▶ Task directions:
Every line with "slice" in it must be copied from the data.

▶ Available data:
──────────────────────────────

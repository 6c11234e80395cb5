//! `ScreenGeometry`: per-segment buffers (end points, widths, orders, flows, lengths, colour
//! index) that the page reads through typed-array views into wasm memory, refilled in place
//! from a network and its segment table; `ScreenGeometry::raster` draws the thin segments into
//! a pixel buffer, at once or a slice at a time (`begin_raster`, `continue_raster`: the same
//! pixels, spread over animation frames), and `legend_facts` describes what is drawn for the
//! colour key.

use ramulus_core::network::Network;
use ramulus_core::segments::SegmentTable;

pub use crate::draw_order::DrawLine;
use crate::draw_order::{DrawCursor, DrawOrder};
use crate::legend::LegendFacts;
use crate::palette::{palette_rgb, Colouring, FLOW_RAMP_STEPS};
use crate::raster::{draw_lines, fill, Line, RasterView};
use crate::tissue::{TissueView, FAINT_STRENGTH, TISSUE_FAINT_RGB};

/// Flat buffers, one entry per drawable segment: entry `k` runs from the upstream to the
/// downstream end of `Network::segments[k]` (all segments of a valid network are drawable).
#[derive(Default)]
pub struct ScreenGeometry {
    /// `x0, y0, x1, y1` per segment, physical units (y down).
    pub ends: Vec<f32>,
    /// Drawn width, physical units.
    pub widths: Vec<f32>,
    /// Strahler order (1 for a tip segment).
    pub orders: Vec<u32>,
    /// Flow, squared units.
    pub flows: Vec<f32>,
    /// Length, units.
    pub lengths: Vec<f32>,
    /// Whether the segment conducts (drains at least `vein_area`); tissue otherwise.
    pub conducts: Vec<bool>,
    /// Number of entries that do not conduct (tissue).
    pub tissue_count: usize,
    /// Smallest and largest positive flow of the conducting entries (0, 0 when none).
    pub flow_range: (f64, f64),
    /// Highest order present.
    pub max_order: u32,
    /// Number of entries (segments).
    pub segment_count: usize,
    /// Palette index of each segment under `colouring`.
    pub colours: Vec<u8>,
    /// The colouring `colours` was computed for (`None` when stale).
    pub colouring: Option<Colouring>,
    /// RGB of each palette index under `colouring`.
    pub palette: Vec<[u8; 3]>,
    /// RGBA pixels of the last raster.
    pub pixels: Vec<u8>,
    /// What `raster` reads of every entry, in an order where neighbours lie close together
    /// (one sequential read per line instead of three scattered ones), kept up to date as
    /// entries are appended (`DrawOrder`).
    pub draw_lines: DrawOrder,
    /// The raster being drawn a slice at a time (`begin_raster`), if any.
    raster_job: Option<RasterJob>,
    /// The view `pixels` were last begun with.
    pixels_view: Option<RasterView>,
}

/// A raster begun by `ScreenGeometry::begin_raster`: what it draws with and how far it got.
#[derive(Clone, Copy, Debug)]
struct RasterJob {
    view: RasterView,
    colouring: Colouring,
    tissue: TissueView,
    min_px: f64,
    max_px: f64,
    /// Where the next line to draw is in `draw_lines`.
    next: DrawCursor,
    /// Lines drawn so far.
    drawn: usize,
}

──────────────────────────────

▶ Solution below:
//! a pixel buffer, at once or a slice at a time (`begin_raster`, `continue_raster`: the same
    /// The raster being drawn a slice at a time (`begin_raster`), if any.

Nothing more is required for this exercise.